Professor Kristian Helin, Chief Executive at The Institute of Cancer Research, London, said:
“Taking cancer research into space might sound like science fiction, but in fact this experiment could give vital new insights into how diffuse midline glioma develops. It’s a pleasure to be working in a collaboration that spans boundaries between different areas of expertise, different scientific fields – and even the boundary that separates Earth from space.”
Minister of State at the Department for Science, Innovation and Technology, George Freeman, said:
“Space is the ultimate laboratory testbed with British scientists and astronauts harnessing the International Space Station for cutting edge research in nutrition, energy and biomedicine.
“This £2.6m project funding will help UK scientists research how to prevent brain tumours in children, and understand the biomedical processes of ageing: research with huge benefits for mankind and health systems around the world.
“Another example of the way UK strengths in different sectors from space to life science and cleantech drive technology leadership.”
Dr Paul Bate, Chief Executive of the UK Space Agency, said:
"This ground-breaking research highlights the power of space to push through barriers, revolutionise science and enhance our lives.
“Through a combination of national funding and our vital role in the European Space Agency, we’re ensuring UK scientists have access to the unique environment of the ISS for their research, which will benefit us all.”
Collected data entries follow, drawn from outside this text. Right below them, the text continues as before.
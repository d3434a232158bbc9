"""Reading snapshot files: the one module that opens files.

A snapshot file is a CSV (or, when pyarrow is installed, Parquet) table with
one row per contract; see DESIGN.md "Snapshot file" and ``column_map`` for the
column names. ``load_file`` turns one file into ``Snapshot`` objects (one per
underlying) plus ``Finding``s: every data row is accepted, accepted with a
warning, or left out with a reason, and ``rows_read == rows_accepted +
left-out rows`` always holds.

Decisions (documented for users in the README):

- Encoding: UTF-8 with or without BOM. Other bytes stop the file with an error
  naming the line (no guessing: a wrong guess would corrupt text silently).
- Line numbers are those a text editor shows (header = line 1), counting
  blank lines and the extra lines of quoted fields that contain newlines.
  ``\\r\\n`` and lone ``\\r`` count as one line break. Parquet rows get the
  line they would have in a CSV with a one-line header (first row = 2).
- Blank lines (nothing but spaces/tabs) are skipped and are not rows.
- A row with fewer fields than the header, or with extra non-empty fields, is
  left out; extra empty fields (a trailing comma) are ignored.
- ``as_of`` must carry a UTC offset (``Z``, ``+05:30``, ``-0500``); a naive
  time leaves the row out, because guessing the zone would shift time to
  expiry by hours. An override (``--as-of``) fixes a whole file.
- ``as_of``/``spot`` empty on some rows of an underlying are filled from its
  other rows (a NOTE says so). If they vary within one underlying, the latest
  ``as_of`` is used, and the spot of the first row at that time (a WARNING
  says so).
- A row is left out for the first problem found, checked in this order:
  field count, underlying, as_of, spot, expiry, strike, kind, bid, ask, the
  bid/ask pair, expiry before the snapshot date, duplicate contract. An
  accepted row may carry several warnings.
- Wide spread warning: ask - bid > 50 % of mid AND > 0.10 price units.
- Numbers are plain decimals (``1250``, ``0.35``, ``1e-3``); no thousands
  separators. ``iv``, ``rate`` and ``div_yield`` may end in ``%``.
- Number columns (spot, strike, bid, ask, iv, volume, open_interest, rate,
  div_yield) are read as numbers by pandas' C reader when every cell of the
  column is a plain decimal or empty; the cells that reader takes but cannot
  judge alone (empty, infinite, integer zeros that may be ``-0``) and the cells
  a message quotes are read again from the file's bytes, so values, findings
  and messages are those of reading every cell as text (the reference, used
  for any column holding other text).
- A file whose every line is a record of the header's width (no quotes, no
  blank lines; the common export) is read without scanning its records: line
  numbers follow from the line breaks, and when it is ASCII with \n line breaks
  it is never decoded as a whole. Any other file is split into records first.
- Text stays plain text: values are never interpreted; control characters in
  ``underlying`` are kept, with a warning. Values quoted in reasons are shown
  escaped (``repr``) so a finding is always safe to print.
"""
Managing Director at Kayser Space Ltd, David Zolesi, said:
“We are thrilled to be involved in these two new UK Space Agency funded programmes and to support scientists investigating these cutting-edge research fields.
“Our role, as experts in the design and supply of instruments and systems used in outer space and especially in crewed spaceflight, is to provide public and private research groups with the tools to conduct their research and obtain great results for the benefit and well-being of all humankind.”